• THE TASK
Return the listing below in full, with every line exactly as it is.

• DATASET ENTRIES
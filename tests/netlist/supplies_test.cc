#include "harness/netlist/supplies.h"

#include <string>
#include <vector>

#include <gmock/gmock.h>
#include <gtest/gtest.h>

#include "tests/netlist/read_text.h"

namespace gatedyno {
namespace {

using testing::ElementsAre;
using testing::IsEmpty;

std::vector<std::string> NamesOf(const Cell& cell,
                                 const std::vector<NetId>& nets) {
  std::vector<std::string> names;
  names.reserve(nets.size());
  for (const NetId net : nets) {
    names.push_back(cell.net_name(net));
  }
  return names;
}

std::string WithPins(const std::string& pins,
                     const std::string& device = "m1 y a q q nfet w=1u l=1u") {
  return ".subckt c " + pins + "\n" + device + "\n.ends\n";
}

TEST(Supplies, AreRecognisedByName) {
  const Cell cell = ReadOne(WithPins("vpb VDD a Gnd y VNB"));
  EXPECT_EQ(cell.net_name(cell.power), "VDD");
  EXPECT_EQ(cell.net_name(cell.ground), "Gnd");
  EXPECT_THAT(NamesOf(cell, cell.bodies), ElementsAre("vpb", "VNB"));
  EXPECT_THAT(NamesOf(cell, cell.pins),
              ElementsAre("vpb", "VDD", "a", "Gnd", "y", "VNB"));
}

TEST(Supplies, ARailThatIsAlsoABodyNameIsARail) {
  EXPECT_THAT(ReadOne(WithPins("a y vdd vss")).bodies, IsEmpty());
}

TEST(Supplies, MissingOnesAreErrors) {
  EXPECT_EQ(ComplaintAbout(WithPins("a y vss")),
            Worded(1,
                   9,
                   "cell 'c' has no power pin: recognised are vdd",
                   ".subckt c a y vss"));
  EXPECT_EQ(ComplaintAbout(WithPins("a y vdd")),
            Worded(1,
                   9,
                   "cell 'c' has no ground pin: recognised are vss, gnd, 0",
                   ".subckt c a y vdd"));
}

TEST(Supplies, TwoOfOneKindAreAnError) {
  EXPECT_EQ(ComplaintAbout(WithPins("a y vdd vss gnd")),
            Worded(1,
                   9,
                   "cell 'c' has two ground pins, 'vss' and 'gnd'",
                   ".subckt c a y vdd vss gnd"));
}

TEST(Supplies, NetZeroIsTheGroundWhereNoPinIs) {
  const Cell cell = ReadOne(WithPins("a y vdd", "m1 y a 0 0 nfet w=1u l=1u"));
  EXPECT_EQ(cell.net_name(cell.ground), "0");
  EXPECT_THAT(NamesOf(cell, cell.pins), ElementsAre("a", "y", "vdd", "0"));
  EXPECT_THAT(cell.warnings, IsEmpty());
}

TEST(Supplies, NetZeroJoinsTheGroundPin) {
  const Cell cell = ReadOne(WithPins(
      "a y vdd vss", "r1 0 n 1\nc1 n 0 1f\nm1 n a vss 0 nfet w=1u l=1u"));
  EXPECT_THAT(cell.nets, ElementsAre("a", "y", "vdd", "vss", "n"));
  EXPECT_EQ(cell.net_name(cell.mosfets[0].body), "vss");
  EXPECT_EQ(cell.net_name(cell.mosfets[0].drain), "n");
  EXPECT_EQ(cell.net_name(cell.resistors[0].a), "vss");
  EXPECT_EQ(cell.net_name(cell.resistors[0].b), "n");
  EXPECT_EQ(cell.net_name(cell.capacitors[0].a), "n");
  EXPECT_EQ(cell.net_name(cell.capacitors[0].b), "vss");
  EXPECT_THAT(cell.warnings,
              ElementsAre("net 0 is taken as the ground pin 'vss'"));
}

TEST(Supplies, NetZeroNeedsTheNodesConsent) {
  ReaderOptions options = TestOptions();
  options.ground_names = {"vss"};
  EXPECT_EQ(
      ComplaintAbout(WithPins("a y vdd vss", "m1 y a vss 0 nfet w=1u l=1u"),
                     options),
      Worded(1,
             9,
             "cell 'c' uses net 0, which is no ground of this node: "
             "recognised are vss",
             ".subckt c a y vdd vss"));
}

}  // namespace
}  // namespace gatedyno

• OUTPUT FOR THIS EXERCISE
filename tests/netlist/supplies_test.cc
#include "harness/netlist/supplies.h"

#include <string>
#include <vector>

#include <gmock/gmock.h>
#include <gtest/gtest.h>

#include "tests/netlist/read_text.h"

namespace gatedyno {
namespace {

using testing::ElementsAre;
using testing::IsEmpty;

std::vector<std::string> NamesOf(const Cell& cell,
                                 const std::vector<NetId>& nets) {
  std::vector<std::string> names;
  names.reserve(nets.size());
  for (const NetId net : nets) {
    names.push_back(cell.net_name(net));
  }
  return names;
}

std::string WithPins(const std::string& pins,
                     const std::string& device = "m1 y a q q nfet w=1u l=1u") {
  return ".subckt c " + pins + "\n" + device + "\n.ends\n";
}

TEST(Supplies, AreRecognisedByName) {
  const Cell cell = ReadOne(WithPins("vpb VDD a Gnd y VNB"));
  EXPECT_EQ(cell.net_name(cell.power), "VDD");
  EXPECT_EQ(cell.net_name(cell.ground), "Gnd");
  EXPECT_THAT(NamesOf(cell, cell.bodies), ElementsAre("vpb", "VNB"));
  EXPECT_THAT(NamesOf(cell, cell.pins),
              ElementsAre("vpb", "VDD", "a", "Gnd", "y", "VNB"));
}

TEST(Supplies, ARailThatIsAlsoABodyNameIsARail) {
  EXPECT_THAT(ReadOne(WithPins("a y vdd vss")).bodies, IsEmpty());
}

TEST(Supplies, MissingOnesAreErrors) {
  EXPECT_EQ(ComplaintAbout(WithPins("a y vss")),
            Worded(1,
                   9,
                   "cell 'c' has no power pin: recognised are vdd",
                   ".subckt c a y vss"));
  EXPECT_EQ(ComplaintAbout(WithPins("a y vdd")),
            Worded(1,
                   9,
                   "cell 'c' has no ground pin: recognised are vss, gnd, 0",
                   ".subckt c a y vdd"));
}

TEST(Supplies, TwoOfOneKindAreAnError) {
  EXPECT_EQ(ComplaintAbout(WithPins("a y vdd vss gnd")),
            Worded(1,
                   9,
                   "cell 'c' has two ground pins, 'vss' and 'gnd'",
                   ".subckt c a y vdd vss gnd"));
}

TEST(Supplies, NetZeroIsTheGroundWhereNoPinIs) {
  const Cell cell = ReadOne(WithPins("a y vdd", "m1 y a 0 0 nfet w=1u l=1u"));
  EXPECT_EQ(cell.net_name(cell.ground), "0");
  EXPECT_THAT(NamesOf(cell, cell.pins), ElementsAre("a", "y", "vdd", "0"));
  EXPECT_THAT(cell.warnings, IsEmpty());
}

TEST(Supplies, NetZeroJoinsTheGroundPin) {
  const Cell cell = ReadOne(WithPins(
      "a y vdd vss", "r1 0 n 1\nc1 n 0 1f\nm1 n a vss 0 nfet w=1u l=1u"));
  EXPECT_THAT(cell.nets, ElementsAre("a", "y", "vdd", "vss", "n"));
  EXPECT_EQ(cell.net_name(cell.mosfets[0].body), "vss");
  EXPECT_EQ(cell.net_name(cell.mosfets[0].drain), "n");
  EXPECT_EQ(cell.net_name(cell.resistors[0].a), "vss");
  EXPECT_EQ(cell.net_name(cell.resistors[0].b), "n");
  EXPECT_EQ(cell.net_name(cell.capacitors[0].a), "n");
  EXPECT_EQ(cell.net_name(cell.capacitors[0].b), "vss");
  EXPECT_THAT(cell.warnings,
              ElementsAre("net 0 is taken as the ground pin 'vss'"));
}

TEST(Supplies, NetZeroNeedsTheNodesConsent) {
  ReaderOptions options = TestOptions();
  options.ground_names = {"vss"};
  EXPECT_EQ(
      ComplaintAbout(WithPins("a y vdd vss", "m1 y a vss 0 nfet w=1u l=1u"),
                     options),
      Worded(1,
             9,
             "cell 'c' uses net 0, which is no ground of this node: "
             "recognised are vss",
             ".subckt c a y vdd vss"));
}

}  // namespace
}  // namespace gatedyno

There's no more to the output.